Whatever the future holds, it’s in all our hands, by Lisa Power
Some thoughts on the occasion of the final ever issue of HIV treatment update (HTU), from Lisa Power, policy director of the Terrence Higgins Trust. Lisa's comments form part of a feature article, All change.
When the original AIDS treatment update appeared in 1992, I was already very involved in HIV work and activism. Fundraising for HIV was unpopular; the Terrence Higgins Trust (THT – to whom I was then an external adviser on funding) was poorer than the Poor Sisters of Clare. The Red Ribbon had recently been invented as a symbol; already people were arguing over who owned it.
A bunch of gay men resigned from the government’s Health Education Authority because it wasn’t doing enough for gay men, who were over two-thirds of all people who’d been diagnosed so far. THT had independently begun producing new booklets, using real models from the gay scene, which were far more popular and accurate than the government materials, but their stance wasn’t urgent or radical enough for others, who in turn left them to found GMFA [the organisation previously known as Gay Men Fighting AIDS] that year with much more explicit material. There was hot debate over what you could get away with printing; the “angle of dangle”, or how erect a penis was, was a key factor in whether the police might seize materials. GMFA, if they don’t mind me saying so, had the biggest and straightest dicks in town; I never looked at my flatmate (their first model), in quite the same way again.
Family & Youth Concern had produced a schools video that claimed heterosexual transmission was virtually impossible, but oral sex and condoms were dangerous. The Health Secretary had received a report that some health authorities were diverting money for HIV into other areas, and many of them were ignoring local epidemiology to spend it on those less at risk but more politically acceptable.

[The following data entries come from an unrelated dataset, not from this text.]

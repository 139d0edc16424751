import type { FileAnalysis } from '../analysis/analyze-file.js';
import type { ResultRow } from '../arrow/arrow-write.js';
import {
  ANALYSIS_FIGURES,
  CAPTURE_FIGURES,
  type ColumnKind,
  figureCells,
  QUALITY_FIGURES,
  RESULT_COLUMN_SPECS,
} from '../figures/figure-schema.js';
import { pipelineFingerprint } from './fingerprint.js';

/**
 * The columns of a sweep's results table, in order, made from the figure
 * schema (`RESULT_COLUMN_SPECS`). Rates in Bd and Sa/s, frequencies in Hz,
 * SNR and Q in dB, GMI and MI in bits per symbol (both polarizations for
 * the totals, one for the `x_`/`y_` columns), EVM as a fraction.
 * `failure_check` is the failed check ('equalizer', 'reference',
 * 'modulation', 'length'; 'input' for a capture that could not be read;
 * 'error' for an unexpected error) and `failure_reason` why; the figures are
 * empty then. `warnings` holds what the analysis noticed without failing
 * (an Arrow stream without its end marker…), '; '-separated. A capture
 * without bit errors has no BER estimate: `ber` then holds the upper end of
 * its 95 % interval and `ber_is_upper_bound` is true, and `q_db`, computed
 * from it, is a lower bound (`q_db_is_lower_bound`); the same per
 * polarization. `input_sha256` hashes the capture's files (see
 * `captureInputHash`), `samples_sha256` the samples analysed, and
 * `pipeline_sha256` the library version and chain (see `pipelineFingerprint`).
 */
export const RESULT_COLUMNS: readonly string[] = RESULT_COLUMN_SPECS.map((c) => c.name);

/** One column name of the results table. */
export type ResultColumn = string;

const KINDS: ReadonlyMap<string, ColumnKind> = new Map(RESULT_COLUMN_SPECS.map((c) => [c.name, c.kind]));

const columnsOfKind = (kind: ColumnKind): ReadonlySet<ResultColumn> =>
  new Set(RESULT_COLUMN_SPECS.filter((c) => c.kind === kind).map((c) => c.name));

/** The columns that hold text. */
export const TEXT_COLUMNS: ReadonlySet<ResultColumn> = columnsOfKind('text');

/** The columns that hold true or false (Bool in Arrow, `true`/`false` in CSV). */
export const BOOLEAN_COLUMNS: ReadonlySet<ResultColumn> = columnsOfKind('boolean');

/** The columns that hold counts (Int64 in Arrow). */
export const INTEGER_COLUMNS: ReadonlySet<ResultColumn> = columnsOfKind('integer');

/** What a column holds: text, a boolean, a count, or any other number (float64). */
export function columnKind(c: ResultColumn): ColumnKind {
  const kind = KINDS.get(c);
  if (kind === undefined) throw new RangeError(`columnKind: '${c}' is not a column of the results table`);
  return kind;
}

/** One row of the results table: a value (or null) per column. */
export type SweepRow = Readonly<Record<ResultColumn, number | string | boolean | null>> & ResultRow;

type Cell = number | string | boolean | null;

const emptyRow = (): Record<ResultColumn, Cell> => Object.fromEntries(RESULT_COLUMNS.map((c) => [c, null]));

/**
 * A results row of one analysis, every cell from the figure schema.
 * @param key the capture's path relative to the sweep root
 * @param inputSha256 the capture's input hash (null when it could not be read)
 */
export function rowFromAnalysis(key: string, analysis: FileAnalysis, inputSha256: string | null): SweepRow {
  const { result } = analysis;
  const m = result.measurement;
  const cells: [string, unknown][] = [
    ['capture', key],
    ...CAPTURE_FIGURES.flatMap((f) => figureCells(f, analysis)),
    ['failure_check', result.failure?.check ?? null],
    ['failure_reason', result.failure?.reason ?? null],
    ['warnings', analysis.capture.warnings.length > 0 ? analysis.capture.warnings.join('; ') : null],
    ...QUALITY_FIGURES.flatMap((f) => figureCells(f, m)),
    ...ANALYSIS_FIGURES.flatMap((f) => figureCells(f, analysis)),
    ...(['x', 'y'] as const).flatMap((p) =>
      QUALITY_FIGURES.filter((f) => f.perPolColumn).flatMap((f) => figureCells(f, m ? m.perPol[p] : null, `${p}_`)),
    ),
    ['input_sha256', inputSha256],
    ['samples_sha256', result.record.inputSha256],
    ['pipeline_sha256', pipelineFingerprint(result.record.version, result.record.pipeline)],
  ];
  const row = emptyRow();
  for (const [c, v] of cells) row[c] = v as Cell;
  return row as SweepRow;
}

/** The row of a capture that could not be analysed: `check` 'input' or 'error', the message as the reason. */
export function rowFromError(key: string, check: 'input' | 'error', reason: string, inputSha256: string | null): SweepRow {
  return {
    ...emptyRow(),
    capture: key,
    ok: false,
    failure_check: check,
    failure_reason: reason,
    input_sha256: inputSha256,
  } as SweepRow;
}

const SHA256 = /^[0-9a-f]{64}$/;
const PROBABILITIES: readonly ResultColumn[] = ['ber', 'ber_ci95_lo', 'ber_ci95_hi', 'ser', 'x_ber', 'y_ber'];
const describe = (v: unknown): string => (v === undefined ? 'nothing' : (JSON.stringify(v)?.slice(0, 60) ?? String(v)));

/**
 * What is wrong with a results row read back from a file (a sweep's journal,
 * a shard record), in words, or null when it is a row this version writes:
 * every column of {@link RESULT_COLUMNS} and no other, each of its kind
 * (text, boolean, a count, a finite number, or null), probabilities in
 * [0, 1], bit errors at most the bits, fingerprints as SHA-256 in hex, and
 * the figures of a measured row present. Rows are checked like any input
 * before they reach a table, so that a damaged or hand-edited line never
 * becomes an `undefined` or NaN cell.
 * @example rowProblem({ capture: 'a.csv' }) // "column 'modulation': expected text or null, received nothing"
 */
export function rowProblem(row: unknown): string | null {
  if (row === null || typeof row !== 'object' || Array.isArray(row)) return `expected an object, received ${describe(row)}`;
  const r = row as Record<string, unknown>;
  for (const k of Object.keys(r))
    if (!(RESULT_COLUMNS as readonly string[]).includes(k))
      return `column ${JSON.stringify(k).slice(0, 60)}: not a column of the table`;
  for (const c of RESULT_COLUMNS) {
    const v = r[c];
    if (v === null) continue;
    const kind = columnKind(c);
    const ok =
      kind === 'text'
        ? typeof v === 'string'
        : kind === 'boolean'
          ? typeof v === 'boolean'
          : kind === 'integer'
            ? typeof v === 'number' && Number.isSafeInteger(v) && v >= 0
            : typeof v === 'number' && Number.isFinite(v);
    const words = { text: 'text', boolean: 'true or false', integer: 'a whole number ≥ 0', number: 'a finite number' }[kind];
    if (!ok) return `column '${c}': expected ${words} or null, received ${describe(v)}`;
  }
  if (typeof r.capture !== 'string' || r.capture === '')
    return `column 'capture': expected the capture's key, received ${describe(r.capture)}`;
  if (typeof r.ok !== 'boolean') return `column 'ok': expected true or false, received ${describe(r.ok)}`;
  for (const c of PROBABILITIES) {
    const v = r[c];
    if (typeof v === 'number' && !(v >= 0 && v <= 1)) return `column '${c}': expected a probability in [0, 1], received ${v}`;
  }
  for (const c of ['input_sha256', 'samples_sha256', 'pipeline_sha256'] as const) {
    const v = r[c];
    if (typeof v === 'string' && !SHA256.test(v)) return `column '${c}': expected a SHA-256 in hex, received ${describe(v)}`;
  }
  if (typeof r.bit_errors === 'number' && typeof r.bits === 'number' && r.bit_errors > r.bits)
    return `column 'bit_errors': expected at most the bits (${r.bits}), received ${r.bit_errors}`;
  if (r.ok === true) {
    for (const c of ['ber', 'ber_is_upper_bound', 'bit_errors', 'bits'] as const)
      if (r[c] === null) return `column '${c}': expected a value in a measured row (ok true), received null`;
    if (r.failure_check !== null)
      return `column 'failure_check': expected null in a measured row, received ${describe(r.failure_check)}`;
  } else if (typeof r.failure_check !== 'string') {
    return `column 'failure_check': expected the failed check in a row with ok false, received ${describe(r.failure_check)}`;
  }
  return null;
}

Journalists were hounding Holly Johnson, who they’d heard might have AIDS, but virtually nobody famous was open about their diagnosis and still alive, bar Derek Jarman.
Yet in 1992 we were also on the verge of finding antiretroviral treatment that worked; HIV money was wasted, but there was plenty of it to go round if we could only get a grip on it; groups that squabbled could easily go off and found something else in the knowledge that there were enough volunteers, community spirit and enthusiasm for all.
In 2013, partly because of antiretroviral therapy, we have ten times as many people with HIV but we don’t have ten times the money – or ten times the community involvement.
HIV has become too familiar to some and forgotten by others. We might have hated the government campaigns, but at least something kept the whole country reminded about HIV. There are many things that are better in 2013: people with HIV can live to old age; generics are round the corner and should cut treatment costs considerably; we have far better legal protection for people with HIV in the UK; and the internet has brought peer support a very long way.
But there are far fewer resources and ignorance still cuts deep.
So, in another 20 years’ time, will we be saying farewell to our best-loved HIV websites, as we are now to the well-loved HTU, because something else has come along technologically? Will HIV be so normalised that, like cancer before us, we’ve massively reduced stigma? Will we be using our smartphones to diagnose STIs? Will treatment be a six-monthly implant? Or will inequalities be even greater and the money even more thinly spread?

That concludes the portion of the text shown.